## Goal of the exercise
Only the number is wanted: how many lines below include "running"?

******************************

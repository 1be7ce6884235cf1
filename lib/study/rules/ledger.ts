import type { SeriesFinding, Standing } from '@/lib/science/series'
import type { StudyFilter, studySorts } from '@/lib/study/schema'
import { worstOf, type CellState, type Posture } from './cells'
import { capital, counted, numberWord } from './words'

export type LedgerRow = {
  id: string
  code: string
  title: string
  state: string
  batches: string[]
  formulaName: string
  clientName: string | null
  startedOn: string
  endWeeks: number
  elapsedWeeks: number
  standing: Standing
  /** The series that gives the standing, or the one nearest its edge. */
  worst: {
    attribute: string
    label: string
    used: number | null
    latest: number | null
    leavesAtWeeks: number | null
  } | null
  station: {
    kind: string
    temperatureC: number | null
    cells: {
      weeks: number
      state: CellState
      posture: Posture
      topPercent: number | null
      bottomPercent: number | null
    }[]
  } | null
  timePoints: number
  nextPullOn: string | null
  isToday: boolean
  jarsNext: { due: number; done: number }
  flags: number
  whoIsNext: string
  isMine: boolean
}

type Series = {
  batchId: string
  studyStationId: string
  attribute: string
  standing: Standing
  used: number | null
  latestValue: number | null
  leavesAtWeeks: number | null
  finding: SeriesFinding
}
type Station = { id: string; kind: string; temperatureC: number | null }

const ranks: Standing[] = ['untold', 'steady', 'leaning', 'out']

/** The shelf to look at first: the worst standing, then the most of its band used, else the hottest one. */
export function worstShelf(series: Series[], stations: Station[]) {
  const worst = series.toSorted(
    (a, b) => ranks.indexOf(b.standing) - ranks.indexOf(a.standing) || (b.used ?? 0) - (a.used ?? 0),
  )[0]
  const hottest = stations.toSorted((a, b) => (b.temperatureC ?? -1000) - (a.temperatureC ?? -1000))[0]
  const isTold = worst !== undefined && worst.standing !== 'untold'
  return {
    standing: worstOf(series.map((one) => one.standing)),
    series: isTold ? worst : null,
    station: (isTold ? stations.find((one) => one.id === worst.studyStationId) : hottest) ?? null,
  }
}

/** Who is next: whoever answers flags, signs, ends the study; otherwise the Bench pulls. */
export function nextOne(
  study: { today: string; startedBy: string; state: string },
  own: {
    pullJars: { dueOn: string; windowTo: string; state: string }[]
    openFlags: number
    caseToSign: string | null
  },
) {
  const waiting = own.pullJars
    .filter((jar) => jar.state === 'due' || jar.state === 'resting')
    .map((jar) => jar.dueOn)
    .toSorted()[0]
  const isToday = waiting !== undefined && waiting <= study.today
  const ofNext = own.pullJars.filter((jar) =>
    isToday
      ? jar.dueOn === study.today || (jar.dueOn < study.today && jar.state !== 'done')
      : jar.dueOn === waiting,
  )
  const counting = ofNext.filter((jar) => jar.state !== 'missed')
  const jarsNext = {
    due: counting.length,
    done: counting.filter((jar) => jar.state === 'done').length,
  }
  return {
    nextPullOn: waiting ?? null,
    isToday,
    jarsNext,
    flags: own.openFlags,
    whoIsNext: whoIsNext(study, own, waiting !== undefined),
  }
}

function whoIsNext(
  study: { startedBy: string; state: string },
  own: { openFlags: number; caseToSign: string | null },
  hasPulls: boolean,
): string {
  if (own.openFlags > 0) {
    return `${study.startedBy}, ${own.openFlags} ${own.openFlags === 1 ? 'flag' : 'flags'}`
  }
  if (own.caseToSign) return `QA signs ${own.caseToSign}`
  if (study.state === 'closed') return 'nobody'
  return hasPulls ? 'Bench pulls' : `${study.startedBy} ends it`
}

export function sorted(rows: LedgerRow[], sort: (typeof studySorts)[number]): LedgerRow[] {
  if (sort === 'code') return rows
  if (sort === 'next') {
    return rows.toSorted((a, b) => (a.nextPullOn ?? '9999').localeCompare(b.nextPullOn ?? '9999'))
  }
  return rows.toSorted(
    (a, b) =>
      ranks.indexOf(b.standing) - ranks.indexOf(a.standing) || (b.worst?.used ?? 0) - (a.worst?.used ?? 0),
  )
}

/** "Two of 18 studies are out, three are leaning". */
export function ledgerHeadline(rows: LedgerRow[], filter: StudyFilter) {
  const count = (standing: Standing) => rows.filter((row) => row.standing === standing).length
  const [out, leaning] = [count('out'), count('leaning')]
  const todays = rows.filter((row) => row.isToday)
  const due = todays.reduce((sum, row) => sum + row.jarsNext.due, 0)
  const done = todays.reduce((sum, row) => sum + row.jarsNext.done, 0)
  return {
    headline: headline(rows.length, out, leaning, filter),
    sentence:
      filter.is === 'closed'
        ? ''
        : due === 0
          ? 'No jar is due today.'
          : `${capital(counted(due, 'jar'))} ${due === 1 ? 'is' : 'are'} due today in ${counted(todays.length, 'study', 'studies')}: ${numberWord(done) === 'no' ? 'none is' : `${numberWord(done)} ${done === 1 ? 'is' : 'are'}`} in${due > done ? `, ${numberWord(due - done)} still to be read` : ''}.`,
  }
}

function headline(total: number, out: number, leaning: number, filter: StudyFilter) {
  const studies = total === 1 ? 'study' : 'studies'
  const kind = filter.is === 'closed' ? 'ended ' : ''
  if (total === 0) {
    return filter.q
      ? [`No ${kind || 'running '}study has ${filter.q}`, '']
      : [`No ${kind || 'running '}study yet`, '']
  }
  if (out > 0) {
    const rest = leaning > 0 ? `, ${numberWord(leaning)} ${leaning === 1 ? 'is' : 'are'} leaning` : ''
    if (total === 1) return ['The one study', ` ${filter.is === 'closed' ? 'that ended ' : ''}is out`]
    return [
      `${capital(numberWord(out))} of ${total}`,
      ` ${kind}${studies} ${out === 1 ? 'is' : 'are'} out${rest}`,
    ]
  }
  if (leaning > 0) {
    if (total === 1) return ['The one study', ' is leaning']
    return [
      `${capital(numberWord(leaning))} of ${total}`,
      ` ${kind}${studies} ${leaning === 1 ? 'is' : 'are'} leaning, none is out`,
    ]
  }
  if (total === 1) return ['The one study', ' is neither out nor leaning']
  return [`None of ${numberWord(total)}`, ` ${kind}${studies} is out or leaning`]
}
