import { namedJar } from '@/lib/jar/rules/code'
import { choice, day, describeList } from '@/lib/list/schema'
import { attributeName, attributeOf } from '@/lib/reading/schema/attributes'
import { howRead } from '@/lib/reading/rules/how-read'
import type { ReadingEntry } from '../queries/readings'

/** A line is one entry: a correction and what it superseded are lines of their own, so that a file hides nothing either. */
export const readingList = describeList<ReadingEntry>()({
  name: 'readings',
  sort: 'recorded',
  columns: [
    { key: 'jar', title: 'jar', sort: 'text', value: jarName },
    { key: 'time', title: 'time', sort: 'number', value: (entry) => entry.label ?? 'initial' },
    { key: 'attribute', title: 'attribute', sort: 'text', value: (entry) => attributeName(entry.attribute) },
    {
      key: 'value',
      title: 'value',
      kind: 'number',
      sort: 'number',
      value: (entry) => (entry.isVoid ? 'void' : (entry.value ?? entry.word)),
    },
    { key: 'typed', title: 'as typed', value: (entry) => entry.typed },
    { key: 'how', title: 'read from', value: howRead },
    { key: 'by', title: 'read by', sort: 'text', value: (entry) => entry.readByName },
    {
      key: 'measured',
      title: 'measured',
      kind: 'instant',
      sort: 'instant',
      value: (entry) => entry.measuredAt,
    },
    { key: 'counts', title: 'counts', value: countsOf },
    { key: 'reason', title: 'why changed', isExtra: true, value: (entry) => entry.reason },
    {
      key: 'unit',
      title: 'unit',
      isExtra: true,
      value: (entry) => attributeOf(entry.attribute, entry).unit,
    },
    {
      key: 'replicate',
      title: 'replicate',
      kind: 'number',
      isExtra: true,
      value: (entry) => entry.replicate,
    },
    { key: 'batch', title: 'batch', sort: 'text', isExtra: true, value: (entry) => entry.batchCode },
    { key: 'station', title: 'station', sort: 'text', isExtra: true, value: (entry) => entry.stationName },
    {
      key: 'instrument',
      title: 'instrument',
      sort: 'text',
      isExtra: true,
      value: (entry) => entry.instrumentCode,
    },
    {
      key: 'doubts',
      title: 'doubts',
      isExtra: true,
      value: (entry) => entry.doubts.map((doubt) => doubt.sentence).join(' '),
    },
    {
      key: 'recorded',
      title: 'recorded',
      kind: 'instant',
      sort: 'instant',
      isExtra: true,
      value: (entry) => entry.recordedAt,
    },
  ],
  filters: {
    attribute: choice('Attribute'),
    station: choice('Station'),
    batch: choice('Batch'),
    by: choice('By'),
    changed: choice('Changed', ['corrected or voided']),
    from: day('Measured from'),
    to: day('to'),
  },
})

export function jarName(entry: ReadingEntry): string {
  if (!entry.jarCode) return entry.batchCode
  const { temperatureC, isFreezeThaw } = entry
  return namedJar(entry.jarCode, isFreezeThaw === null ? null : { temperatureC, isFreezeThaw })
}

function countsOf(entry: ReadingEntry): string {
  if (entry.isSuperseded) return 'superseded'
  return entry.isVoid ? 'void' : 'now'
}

******************************

## Completed task
2